Objectives: To develop a method for choosing sample intervals that provide accurate estimates of area under the concentration-time curve (AUC) when using the log trapezoidal method. The developed method will only require single individual or mean pooled concentration data and will not require prior pharmacokinetic knowledge for the drug of interest, as in the case where proposed analysis is via non-compartmental analysis methods.
Methods: An algorithm was written using the R programming language. Optimal sample intervals were determined by minimising trapezoidal integration error. Trapezoidal error was approximated using the sample interval and the second derivative of a function describing the concentration data. Time intervals that minimised the integration error were found using a genetic algorithm followed by a quasi-Newton method. The best function describing the data was obtained by fitting sum of exponential models using maximum likelihood estimation.
To evaluate the method, a dataset of 5000 random pharmacokinetic profiles were simulated consisting of two- and three-compartment pharmacokinetics without first order absorption and one-, two- and three-compartment pharmacokinetics with first order absorption. Each profile randomly sampled rate constants and macro-constants from uniform distributions designed to provide distinct phases in the concentration-time profile. Nine concentration observations were sampled from the profile with residual unexplained variability applied to represent real data. These data were subsequently used to test the methods ability to estimate AUC, maximum concentration (Cmax) and time of maximum concentration (tmax). Empirically selected sample times were used as a comparator. The comparator was a sampling regimen empirically designed by a knowledgeable pharmacometrician.
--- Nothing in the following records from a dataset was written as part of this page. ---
/** Coefficients of a machine format: rounded one by one, one after the other with the rest fitted again, and together on a lattice; the best is kept. */
import { Q, type Rational } from '../expression/index.ts';
import type { Budget } from '../outcome.ts';
import { level } from './exchange.ts';
import { evaluateFixed, type Fixed, fromFixed, toFixed } from './fixed.ts';
import { type NumberFormat, powerOfTwo, roundTo, ulpExponent } from './format.ts';
import { largestError, type Residual, shiftedResidual } from './grid.ts';
import { nearestPlane, reduceBasis } from './lattice.ts';
import type { Found } from './search.ts';

export interface RoundedCoefficients {
  readonly values: readonly Rational[];
  /** Largest weighted error on the grid, in the residual's unit: an estimate for choosing, no bound. */
  readonly estimate: number;
}

/** The least unit in which a coefficient of about this size can be stepped. */
const unitExponent = (c: Rational, format: NumberFormat): number => (format.kind === 'float' ? ulpExponent(c, format) : -format.fractionBits);

/** Null where a coefficient overflows the format. With `nearest` each coefficient is only rounded. */
export function roundCoefficients(found: Found, format: NumberFormat, nearest: boolean, budget: Budget): RoundedCoefficients | null {
  const { grid, powers } = found.problem;
  const exact = found.result.coefficients.map((c) => fromFixed(c, grid.bits));
  const residualAt = (values: readonly Rational[]): Residual =>
    values.reduce((residual, v, k) => shiftedResidual(residual, grid, powers[k] ?? 0, Q.subtract(v, exact[k] ?? Q.ZERO)), found.result.residual);
  const candidates = [() => oneByOne(exact, format), ...(nearest ? [] : [() => inTurn(found, format, budget), () => together(found, format)])];
  let best: RoundedCoefficients | null = null;
  for (const make of candidates) {
    budget.check();
    const values = make();
    if (!values) continue;
    const estimate = largestError(residualAt(values), grid);
    if (!best || estimate < best.estimate) best = { values, estimate };
    // Rounding that costs less than a thousandth is not improved on.
    if (best.estimate <= found.result.largest * 1.001) break;
  }
  return best;
}

function oneByOne(exact: readonly Rational[], format: NumberFormat): Rational[] | null {
  const rounded = exact.map((c) => roundTo(c, format));
  return rounded.every((r): r is Rational => r !== null) ? rounded : null;
}

/** Rounds the coefficient of the lowest power, fits the others again, and so on. */
function inTurn({ problem: { grid, powers }, result }: Found, format: NumberFormat, budget: Budget): Rational[] | null {
  const fixed: Rational[] = [];
  let free: readonly Fixed[] = result.coefficients;
  let { residual } = result;
  for (let k = 0; k < powers.length; k += 1) {
    const exact = fromFixed(free[0] ?? 0n, grid.bits);
    const rounded = roundTo(exact, format);
    if (!rounded) return null;
    fixed.push(rounded);
    residual = shiftedResidual(residual, grid, powers[k] ?? 0, Q.subtract(rounded, exact));
    free = free.slice(1);
    if (free.length === 0) break;
    const rest = level(grid, powers.slice(k + 1), free, residual, budget);
    // An exchange that does not settle leaves the rest as it was.
    if (rest) {
      free = rest.coefficients;
      ({ residual } = rest);
    }
  }
  return fixed;
}

/** Closest lattice point: columns 2^e_j x_i^j at points x_i, target the unrounded polynomial there (Brisebarre & Chevillard, ARITH 18, 2007). */
function together({ problem: { grid, powers }, result: { coefficients } }: Found, format: NumberFormat): Rational[] | null {
  const { bits } = grid;
  const shift = BigInt(bits);
  const n = powers.length;
  const count = 2 * n + 1;
  const chosen = Array.from({ length: count }, (_, i) => Math.round(((2 * i + 1) * (grid.points.length - 1)) / (2 * count)));
  const points = chosen.map((i) => grid.points[i] ?? 0n);
  const weights = chosen.map((i) => toFixed(Q.fromDouble(grid.weight[i] ?? 0), bits));
  const units = coefficients.map((c) => unitExponent(fromFixed(c, bits), format));
  // Integers: sample entries scaled up far above the coordinates that are carried along to read the coefficients off.
  const precision = format.kind === 'float' ? format.precision : format.integerBits + format.fractionBits;
  const lift = BigInt(precision + 40);
  const least = Math.min(...units);
  const entry = (value: Fixed, exponent: number): bigint => (value << (lift + BigInt(exponent - least))) >> shift;
  const power = (x: Fixed, k: number): Fixed => {
    let value = 1n << shift;
    for (let i = 0; i < k; i += 1) value = (value * x) >> shift;
    return value;
  };
  const basis = units.map((e, j) => [...points.map((x, i) => entry(((weights[i] ?? 0n) * power(x, powers[j] ?? 0)) >> shift, e)), ...units.map((_, k) => (k === j ? 1n : 0n))]);
  // The target in the same unit 2^least.
  const target = points.map((x, i) => {
    const value = ((weights[i] ?? 0n) * evaluateFixed(coefficients, powers, x, bits)) >> shift;
    return least <= 0 ? (value << (lift + BigInt(-least))) >> shift : ((value << lift) >> shift) >> BigInt(least);
  });
  let reduced: bigint[][];
  try {
    reduced = reduceBasis(basis);
  } catch {
    return null;
  }
  const near = nearestPlane(reduced, [...target, ...units.map(() => 0n)]);
  const values = units.map((e, j) => Q.multiply(Q.rational(near[count + j] ?? 0n), powerOfTwo(e)));
  return values.every((v) => {
    const rounded = roundTo(v, format);
    return rounded !== null && Q.equal(rounded, v);
  })
    ? values
    : null;
}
Results: The final method produced sample times that were equivalent (occasionally superior) to empirically selected sample times in estimating AUC, Cmax and tmax. Alterations to the method allowed for the algorithm to choose a final concentration time (tlast) that ensured three terminal half-lives were within the sampling period. This method was often superior to the empirical method.
Conclusion: A method was developed that produces sampling intervals of equal or better quality to those selected empirically by a pharmacometrician, and may be particularly useful for users with limited pharmacometric training. This method removes the subjectivity of choosing sample times and allows for users to quickly determine optimal sampling intervals for determining AUC, Cmax and tmax. The sample times are easily re-optimised if the number of required samples is increased or decreased. Being developed in R, this method can be made easily accessible and is highly customisable.